[[ Input, beginning ]]

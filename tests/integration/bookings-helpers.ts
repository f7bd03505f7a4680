// Shared set-up for the bookings integration tests: the whole demo scenario, pilots whose
// records are made to order, and booking windows in the club's own time zone.
import { and, eq } from "drizzle-orm";
import { aircraft, checkouts, clubs, medicalCertificates, memberDocuments, memberships, outsideFlightEntries, users, type Club } from "@/db/schema";
import { seedDemo } from "@/db/seed/index";
import { addDays, isoDateInTimeZone } from "@/lib/dates";
import { clubBySlug, db } from "./helpers";

let seeded = false;
export async function seedScenario(): Promise<void> {
  if (seeded) return;
  await seedDemo(db());
  seeded = true;
}

export const ALL_GUARDS = ["grounded", "inspectionDue", "notCheckedOut", "notCurrent", "flightReview", "medicalExpired", "inArrears", "statusUnknown", "limitations"];

export function planeId(slug: string, registration: string): string {
  const club = clubBySlug(slug);
  const row = db().select().from(aircraft).where(and(eq(aircraft.clubId, club.id), eq(aircraft.registration, registration))).get();
  if (!row) throw new Error(`No aircraft ${registration}`);
  return row.id;
}

/** "YYYY-MM-DDTHH:MM" `days` from today in the club's zone. */
export function localAt(club: Pick<Club, "timeZone">, days: number, time: string): string {
  return `${addDays(isoDateInTimeZone(new Date(), club.timeZone), days)}T${time}`;
}

export function setGuards(slug: string, guards: Partial<Club["settings"]["bookingGuards"]>, extra: Partial<Club["settings"]> = {}): void {
  const club = clubBySlug(slug);
  db().update(clubs).set({ settings: { ...club.settings, ...extra, bookingGuards: { ...club.settings.bookingGuards, ...guards } } }).where(eq(clubs.id, club.id)).run();
}

/**
 * A member of the club with exactly the records asked for: checkouts by type group, a medical
 * running out on `medicalExpiresOn`, a flight review given on `flightReviewOn`. The records are
 * verified by the instructor (they count), unless `claimed` leaves them as the member's claims.
 */
export function makePilot(slug: string, email: string, records: { checkouts?: string[]; medicalExpiresOn?: string | null; flightReviewOn?: string | null; flewTypeDaysAgo?: number; claimed?: boolean }): string {
  const club = clubBySlug(slug);
  const [u] = db().insert(users).values({ email, name: email.split("@")[0]! }).returning({ id: users.id }).all();
  const userId = u!.id;
  const today = isoDateInTimeZone(new Date(), club.timeZone);
  db().insert(memberships).values({ clubId: club.id, userId, roles: ["member"], joinedOn: today }).run();
  const instructor = db().select({ id: users.id }).from(users).where(eq(users.email, "instructor@hangarline.test")).get()!;
  const verified = records.claimed ? {} : { verifiedById: instructor.id, verifiedAt: new Date() };
  for (const group of records.checkouts ?? []) {
    db().insert(checkouts).values({ clubId: club.id, userId, typeGroup: group, checkedOutOn: addDays(today, -30), instructorId: instructor.id, instructorCertificateNumber: "CFI 0000001" }).run();
  }
  if (records.medicalExpiresOn) {
    db().insert(medicalCertificates).values({ clubId: club.id, userId, kind: "faa_class", medicalClass: 3, examDate: addDays(today, -400), expiresOn: records.medicalExpiresOn, recordedById: userId, ...verified }).run();
  }
  if (records.flightReviewOn) {
    db().insert(memberDocuments).values({ clubId: club.id, userId, kind: "flight_review", issuedOn: records.flightReviewOn, recordedById: userId, ...verified }).run();
  }
  if (records.flewTypeDaysAgo !== undefined) {
    for (const group of records.checkouts ?? []) {
      db().insert(outsideFlightEntries).values({ clubId: club.id, userId, flownOn: addDays(today, -records.flewTypeDaysAgo), typeGroup: group, aircraftDescription: `${group} (test)`, dayLandings: 3, nightFullStopLandings: 0, category: "Airplane", classRating: "Single-engine land", tailwheel: false, ...verified }).run();
    }
  }
  return userId;
}
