import { isWithinEnvelope, type EnvelopePoint } from "./envelope";

// Weight × arm = moment; CG = total moment ÷ total weight (FAA-H-8083-25, Weight and Balance).
// All weights, arms and envelope corners in one unit system (lb/in or kg/mm); the UI converts.

export type WbAircraft = { emptyWeight: number; emptyArm: number; maxTakeoffWeight: number; envelope: EnvelopePoint[] };
export type WbLoad = { weight: number; arm: number };
export type WbResult = { weight: number; moment: number; cg: number; withinEnvelope: boolean; overweight: boolean };

function checkFinite(value: number, what: string): void {
  if (!Number.isFinite(value)) throw new RangeError(`${what} must be a finite number, got ${value}`);
}

function totalOf(aircraft: WbAircraft, loads: readonly WbLoad[]): { weight: number; moment: number } {
  checkFinite(aircraft.emptyWeight, "Empty weight");
  checkFinite(aircraft.emptyArm, "Empty arm");
  let weight = aircraft.emptyWeight;
  let moment = aircraft.emptyWeight * aircraft.emptyArm;
  for (const load of loads) {
    checkFinite(load.weight, "Load weight");
    checkFinite(load.arm, "Load arm");
    weight += load.weight;
    moment += load.weight * load.arm;
  }
  if (weight <= 0) throw new RangeError(`Total weight must be positive, got ${weight}`);
  return { weight, moment };
}

function resultFor(total: { weight: number; moment: number }, maxWeight: number, envelope: EnvelopePoint[]): WbResult {
  checkFinite(maxWeight, "Maximum weight");
  const cg = total.moment / total.weight;
  return {
    weight: total.weight,
    moment: total.moment,
    cg,
    withinEnvelope: isWithinEnvelope(cg, total.weight, envelope),
    overweight: total.weight > maxWeight,
  };
}

/** Loaded weight, moment and CG, checked against the CG envelope and the maximum takeoff weight. */
export function weightAndBalance(aircraft: WbAircraft, loads: WbLoad[]): WbResult {
  return resultFor(totalOf(aircraft, loads), aircraft.maxTakeoffWeight, aircraft.envelope);
}

/**
 * Both points a pilot must check: at takeoff, and at landing after the planned fuel burn
 * (each burn is a positive weight taken off at its tank's arm). Landing weight is checked
 * against the maximum landing weight when the aircraft has one, else the maximum takeoff weight.
 */
export function takeoffAndLandingWeightAndBalance(
  aircraft: WbAircraft & { maxLandingWeight?: number },
  loads: WbLoad[],
  fuelBurn: WbLoad[],
): { takeoff: WbResult; landing: WbResult } {
  for (const burn of fuelBurn) {
    checkFinite(burn.weight, "Fuel burn weight");
    if (burn.weight < 0) throw new RangeError(`Fuel burn must not be negative, got ${burn.weight}`);
  }
  const takeoff = weightAndBalance(aircraft, loads);
  const afterBurn = [...loads, ...fuelBurn.map((b) => ({ weight: -b.weight, arm: b.arm }))];
  const landing = resultFor(totalOf(aircraft, afterBurn), aircraft.maxLandingWeight ?? aircraft.maxTakeoffWeight, aircraft.envelope);
  return { takeoff, landing };
}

[[ Input, end ]]

Exercise aim = Print each of the lines above again, unchanged.

Exercise answer =
filename tests/integration/bookings-helpers.ts
repository f7bd03505f7a4680
// Shared set-up for the bookings integration tests: the whole demo scenario, pilots whose
// records are made to order, and booking windows in the club's own time zone.
import { and, eq } from "drizzle-orm";
import { aircraft, checkouts, clubs, medicalCertificates, memberDocuments, memberships, outsideFlightEntries, users, type Club } from "@/db/schema";
import { seedDemo } from "@/db/seed/index";
import { addDays, isoDateInTimeZone } from "@/lib/dates";
import { clubBySlug, db } from "./helpers";

let seeded = false;
export async function seedScenario(): Promise<void> {
  if (seeded) return;
  await seedDemo(db());
  seeded = true;
}

export const ALL_GUARDS = ["grounded", "inspectionDue", "notCheckedOut", "notCurrent", "flightReview", "medicalExpired", "inArrears", "statusUnknown", "limitations"];

export function planeId(slug: string, registration: string): string {
  const club = clubBySlug(slug);
  const row = db().select().from(aircraft).where(and(eq(aircraft.clubId, club.id), eq(aircraft.registration, registration))).get();
  if (!row) throw new Error(`No aircraft ${registration}`);
  return row.id;
}

/** "YYYY-MM-DDTHH:MM" `days` from today in the club's zone. */
export function localAt(club: Pick<Club, "timeZone">, days: number, time: string): string {
  return `${addDays(isoDateInTimeZone(new Date(), club.timeZone), days)}T${time}`;
}

export function setGuards(slug: string, guards: Partial<Club["settings"]["bookingGuards"]>, extra: Partial<Club["settings"]> = {}): void {
  const club = clubBySlug(slug);
  db().update(clubs).set({ settings: { ...club.settings, ...extra, bookingGuards: { ...club.settings.bookingGuards, ...guards } } }).where(eq(clubs.id, club.id)).run();
}

/**
 * A member of the club with exactly the records asked for: checkouts by type group, a medical
 * running out on `medicalExpiresOn`, a flight review given on `flightReviewOn`. The records are
 * verified by the instructor (they count), unless `claimed` leaves them as the member's claims.
 */
export function makePilot(slug: string, email: string, records: { checkouts?: string[]; medicalExpiresOn?: string | null; flightReviewOn?: string | null; flewTypeDaysAgo?: number; claimed?: boolean }): string {
  const club = clubBySlug(slug);
  const [u] = db().insert(users).values({ email, name: email.split("@")[0]! }).returning({ id: users.id }).all();
  const userId = u!.id;
  const today = isoDateInTimeZone(new Date(), club.timeZone);
  db().insert(memberships).values({ clubId: club.id, userId, roles: ["member"], joinedOn: today }).run();
  const instructor = db().select({ id: users.id }).from(users).where(eq(users.email, "instructor@hangarline.test")).get()!;
  const verified = records.claimed ? {} : { verifiedById: instructor.id, verifiedAt: new Date() };
  for (const group of records.checkouts ?? []) {
    db().insert(checkouts).values({ clubId: club.id, userId, typeGroup: group, checkedOutOn: addDays(today, -30), instructorId: instructor.id, instructorCertificateNumber: "CFI 0000001" }).run();
  }
  if (records.medicalExpiresOn) {
    db().insert(medicalCertificates).values({ clubId: club.id, userId, kind: "faa_class", medicalClass: 3, examDate: addDays(today, -400), expiresOn: records.medicalExpiresOn, recordedById: userId, ...verified }).run();
  }
  if (records.flightReviewOn) {
    db().insert(memberDocuments).values({ clubId: club.id, userId, kind: "flight_review", issuedOn: records.flightReviewOn, recordedById: userId, ...verified }).run();
  }
  if (records.flewTypeDaysAgo !== undefined) {
    for (const group of records.checkouts ?? []) {
      db().insert(outsideFlightEntries).values({ clubId: club.id, userId, flownOn: addDays(today, -records.flewTypeDaysAgo), typeGroup: group, aircraftDescription: `${group} (test)`, dayLandings: 3, nightFullStopLandings: 0, category: "Airplane", classRating: "Single-engine land", tailwheel: false, ...verified }).run();
    }
  }
  return userId;
}
import { isWithinEnvelope, type EnvelopePoint } from "./envelope";

// Weight × arm = moment; CG = total moment ÷ total weight (FAA-H-8083-25, Weight and Balance).
// All weights, arms and envelope corners in one unit system (lb/in or kg/mm); the UI converts.

export type WbAircraft = { emptyWeight: number; emptyArm: number; maxTakeoffWeight: number; envelope: EnvelopePoint[] };
export type WbLoad = { weight: number; arm: number };
export type WbResult = { weight: number; moment: number; cg: number; withinEnvelope: boolean; overweight: boolean };

function checkFinite(value: number, what: string): void {
  if (!Number.isFinite(value)) throw new RangeError(`${what} must be a finite number, got ${value}`);
}

function totalOf(aircraft: WbAircraft, loads: readonly WbLoad[]): { weight: number; moment: number } {
  checkFinite(aircraft.emptyWeight, "Empty weight");
  checkFinite(aircraft.emptyArm, "Empty arm");
  let weight = aircraft.emptyWeight;
  let moment = aircraft.emptyWeight * aircraft.emptyArm;
  for (const load of loads) {
    checkFinite(load.weight, "Load weight");
    checkFinite(load.arm, "Load arm");
    weight += load.weight;
    moment += load.weight * load.arm;
  }
  if (weight <= 0) throw new RangeError(`Total weight must be positive, got ${weight}`);
  return { weight, moment };
}

function resultFor(total: { weight: number; moment: number }, maxWeight: number, envelope: EnvelopePoint[]): WbResult {
  checkFinite(maxWeight, "Maximum weight");
  const cg = total.moment / total.weight;
  return {
    weight: total.weight,
    moment: total.moment,
    cg,
    withinEnvelope: isWithinEnvelope(cg, total.weight, envelope),
    overweight: total.weight > maxWeight,
  };
}

/** Loaded weight, moment and CG, checked against the CG envelope and the maximum takeoff weight. */
export function weightAndBalance(aircraft: WbAircraft, loads: WbLoad[]): WbResult {
  return resultFor(totalOf(aircraft, loads), aircraft.maxTakeoffWeight, aircraft.envelope);
}

/**
 * Both points a pilot must check: at takeoff, and at landing after the planned fuel burn
 * (each burn is a positive weight taken off at its tank's arm). Landing weight is checked
 * against the maximum landing weight when the aircraft has one, else the maximum takeoff weight.
 */
export function takeoffAndLandingWeightAndBalance(
  aircraft: WbAircraft & { maxLandingWeight?: number },
  loads: WbLoad[],
  fuelBurn: WbLoad[],
): { takeoff: WbResult; landing: WbResult } {
  for (const burn of fuelBurn) {
    checkFinite(burn.weight, "Fuel burn weight");
    if (burn.weight < 0) throw new RangeError(`Fuel burn must not be negative, got ${burn.weight}`);
  }
  const takeoff = weightAndBalance(aircraft, loads);
  const afterBurn = [...loads, ...fuelBurn.map((b) => ({ weight: -b.weight, arm: b.arm }))];
  const landing = resultFor(totalOf(aircraft, afterBurn), aircraft.maxLandingWeight ?? aircraft.maxTakeoffWeight, aircraft.envelope);
  return { takeoff, landing };
}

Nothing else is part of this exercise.